Different Aluminum Grades Available 

When added to aluminum, elements like Zinc, Magnesium, Iron, Copper, and Silicon provide enhanced workability, strength, electrical conductivity, and corrosion resistance. The Aluminum Association categorized standard aluminum grades based on the primary alloying element(s) and their response to thermal or mechanical treatments.

Aluminum alloys fall into two main classifications: wrought and cast aluminum. These classes have distinct identification numbering systems for differentiation. Let’s take a look at each of them. 

Wrought Aluminum 

Wrought aluminum
Wrought aluminum

Wrought aluminum possesses remarkable mechanical strength and it can take on various shapes. This aluminum grade is created by melting aluminum ingots with measured amounts of an alloying metal, determining the composition of the grade. After smelting, the alloy is cast into slabs or billets and undergoes mechanical processes such as extrusion, rolling, or forging. Heat treatment is then applied to enhance the natural properties of the aluminum alloy.

The wrought aluminum grade is identified with a four-digit code number:

  • The first digit signifies the main alloying element that has been added to pure aluminum, influencing the grade’s properties.
  • The second digit indicates modifications to the alloy. A zero signifies an original or unmodified alloy.
  • The third and fourth digits on the codes are often arbitrary (given to specific alloys). For instance, the digits denote the alloy’s purity for the 1000 series.

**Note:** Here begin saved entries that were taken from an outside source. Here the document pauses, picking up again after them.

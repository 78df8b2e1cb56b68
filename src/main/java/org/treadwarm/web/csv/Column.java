package org.treadwarm.web.csv;

import com.fasterxml.jackson.databind.JsonNode;
import com.fasterxml.jackson.databind.node.ObjectNode;
import java.util.Locale;
import java.util.Optional;
import org.treadwarm.survey.Shape;
import org.treadwarm.units.Declared;
import org.treadwarm.units.ReadingParser;

/**
 * A column of a table.
 *
 * @param title what stands in the header, without the unit
 * @param key the key in the survey; empty for a column that only says where the row belongs
 * @param unit the unit of bare numbers; empty for none
 * @param quantity whether it holds a quantity
 */
public record Column(String title, String key, String unit, boolean quantity) {
    /** Joins a bare number and the unit that a form or a header shows, so that the number alone is shown again. */
    private static final String SHOWN_UNIT = "\u00a0";

    static Column place(String title) {
        return new Column(title, "", "", false);
    }

    static Column of(Class<? extends Record> type, String key, String title) {
        Optional<Declared> declared = Shape.of(type).keys().get(key).quantity();
        String unit = declared.map(
                        each -> each.formUnit().isEmpty() ? each.kind().siUnit() : each.formUnit())
                .orElse("");
        return new Column(title.isEmpty() ? declared.orElseThrow().label() : title, key, unit, declared.isPresent());
    }

    /** The header, with the unit of bare numbers. */
    public String header() {
        return unit.isEmpty() ? title : title + " [" + unit + "]";
    }

    boolean isCalled(String name) {
        String wanted = name.strip().toLowerCase(Locale.ROOT);
        return wanted.equals(title.toLowerCase(Locale.ROOT))
                || !key.isEmpty() && wanted.equals(key.toLowerCase(Locale.ROOT));
    }

    Column inUnit(String other) {
        return new Column(title, key, other, quantity);
    }

    /** What a cell shows of a part. */
    String shown(JsonNode part) {
        JsonNode value = part.path(key).isObject() ? part.path(key).path("reading") : part.path(key);
        String text =
                value.isTextual() ? value.textValue() : value.isValueNode() && !value.isNull() ? value.asText() : "";
        String added = SHOWN_UNIT + unit;
        return quantity && !unit.isEmpty() && text.endsWith(added)
                ? text.substring(0, text.length() - added.length())
                : text;
    }

    /** Writes what a cell says into a part; a cell that says what stands there already changes nothing. */
    void write(ObjectNode part, String cell) {
        if (!cell.equals(shown(part).strip())) {
            boolean bare = quantity && !unit.isEmpty() && ReadingParser.isBare(cell);
            part.put(key, bare ? cell + SHOWN_UNIT + unit : cell);
        }
    }
}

Advantages of wrought aluminum grade include:

  • Outstanding mechanical properties
  • Excellent structural integrity
  • Smooth and uniform surface finishes
  • Excellent machinability and weldability 
  • Good formability, allowing transformation, shaping, machining, and extrusion into any desired shape.

Cast Aluminum

Cast aluminum
Cast aluminum

This aluminum grade is made from bauxite dissolved in caustic soda by crystallizing alumina. An electric current breaks down the alumina, separating aluminum from oxygen. The resulting aluminum is sent to a casting house for impurity removal and formation into pure aluminum billets.

After purifying and shaping into billets, the aluminum is melted and mixed with alloying elements. It is then poured into molds or shaped for further processing in varying percentages. Each cast aluminum grade is assigned a four-digit code, including a decimal value:

  • The first digit signifies the primary alloying element of the series.
  • The second and third digits are arbitrary numbers, except for the 1XX.X series. They indicate the purity of the pure aluminum alloy.
  • The last digit designates if the aluminum alloy is a casting alloy (“.0”) or an ingot alloy (“.1” or “.2”).

Cast aluminum alloys exhibit lower tensile strength than wrought aluminum due to defects from the molding process. Therefore, they are susceptible to cracking and shrinkage. Despite this, cast aluminum is cost-effective and easily takes on the mold’s shape in its molten form.

Wrought and Cast Aluminum: What Is the Difference?

Cast vs. wrought aluminum
Cast vs. wrought aluminum

Cast and wrought aluminum alloys differ significantly in various ways. They include the following:

Metal Alloying Elements

Compared to cast alloys, wrought alloys have fewer additional metals. Wrought alloys generally have less than 4% of alloying elements, while cast alloys have more than 22%. This seemingly insignificant difference has a greater impact on these metals’ material characteristics.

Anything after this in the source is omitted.